_REQUIRED ACTION:_
Among the records that follow, find each line holding the word "count" and copy it.

_DATA:_
-=-=-=-=-

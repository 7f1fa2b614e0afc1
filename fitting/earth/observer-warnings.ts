/**
 * What is uncertain about the observers of a set of measures, in words for the page.
 *
 * Sources: as time-scales.ts (leap seconds, ΔT) and earth-state.ts (years of the series).
 */
import { isoDateFromJd } from '../time/iso-time'
import { julianEpochFromJd } from '../time/epochs'
import { LEAP_SECONDS_EXPIRE_JD, ttMinusUtcSeconds } from '../time/time-scales'
import { EARTH_SERIES_YEARS } from './earth-state'

/** JD of 1972 January 1, 0h UTC. */
const ATOMIC_SECONDS_JD = 2441317.5

/**
 * Sentences about times that the tables do not cover well.
 * @param jdsUtc JD of UTC of the measures, d, in any order.
 * @returns none where all is well; otherwise a sentence each for times after the leap-second table's expiry, before 1972, and outside
 * 1900 to 2100.
 * Source: as the tables themselves.
 */
export function observerWarnings(jdsUtc: readonly number[]): string[] {
  const { first, last } = EARTH_SERIES_YEARS
  const late = jdsUtc.filter(jd => jd > LEAP_SECONDS_EXPIRE_JD).length
  const early = jdsUtc.filter(jd => jd < ATOMIC_SECONDS_JD).length
  const remote = jdsUtc.map(julianEpochFromJd).filter(year => year < first || year > last).length
  const warnings: string[] = []
  if (late > 0) {
    warnings.push(`${measures(late)} later than ${isoDateFromJd(LEAP_SECONDS_EXPIRE_JD)}, where the table of leap seconds ends. TT − UTC was taken as `
      + `${ttMinusUtcSeconds(LEAP_SECONDS_EXPIRE_JD)} s; a leap second decided since would shift these times by 1 s. A newer version of the engine knows it.`)
  }
  if (early > 0) {
    warnings.push(`${measures(early)} earlier than 1972. Their times were taken as Universal Time and brought to TT by the table of ΔT, which is good `
      + 'to 0.2 s after 1900 and to several seconds before 1700.')
  }
  if (remote > 0) {
    warnings.push(`${measures(remote)} outside ${first} to ${last}. The Earth's place is good to 11 km within these years, to about 22 km in 1800 and `
      + '2200 and to about 110 km (0.15″ seen from 1 au) in 1500 and 2500.')
  }
  return warnings
}

function measures(count: number): string {
  return count === 1 ? '1 measure is' : `${count} measures are`
}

-=-=-=-=-

_WRITTEN RESPONSE:_
function measures(count: number): string {
  return count === 1 ? '1 measure is' : `${count} measures are`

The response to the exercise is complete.